DES/BRS/DCB - DES/BRS/DCB
PCI To Saphenous Vein Graft
Ting Yuen Beh1, Rohith Stanislaus1, Azlan Hussin1
National Heart Institute, Malaysia1,
This is a 78 years old lady with history of coronary artery bypass surgery done in 2007. She had LIMA-LAD and sequential SVG to right posterior descending artery and obtuse marginal artery. She presented with acute angina while at rest with no signs of heart failure. Haemodynamics were stable with no pulmonary congestion. ECG showed ST depression V4-V6 and raised troponin T. She was diagnosed as non ST elevation myocardial infarction and admitted for stabilization.
ECG showed sinus rhythm with ST depression over V4-V6
troponin T 47 pg/ml
Echocardiography showed LVEF 47% with areas of hypokinesia left system.mpg RCA.mpg
Right femoral artery punctured with 6F sheath and diagnostic catheters (JR 3.5/6F and JL 4/6F)) were used during diagnostic shots.

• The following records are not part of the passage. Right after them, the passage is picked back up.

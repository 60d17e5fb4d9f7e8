/** Where a rate-law fit starts (`fitRateLaw`, `approachRateLawMinimum`, `startingValues`). */
export interface RateLawStart {
  initialValue: number;
  rateConstant: number;
  /** Starting order for the free-order model (ignored for integer orders). */
  n?: number;
}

PCI to SVG was performed using guiding JR 3.5/6F and guide extension Guidezilla II . Runthrough wire crossed the lesion in SVG smoothly. The lesion was predilated with scoring balloon 2.0/10mm (up to 12 atm) and the balloon opened up well. We decided to stent with drug eluting stent 2.75/18mm, deployed at nominal pressure. The stent was then post dilated with non compliant balloon 3.0/10mm, up to 12 atm pressure.Final shots showed good result with TIMI 3 flow and no stent edge dissection seen. cau (final).mpg
This case illustrates a case of post coronary artery bypass graft patient who presented with acute coronary syndrome. Coronary angiography showed severe disease in her native coronaries and severe stenosis at the saphenous vein graft to right posterior descending artery. The native coronaries are deemed difficult to revascularize as compared to the graft. Therefore, we proceeded with percutaneous coronary intervention to the saphenous vein graft using drug eluting stent without any complications. The patient recovered well and remained asymptomatic till today.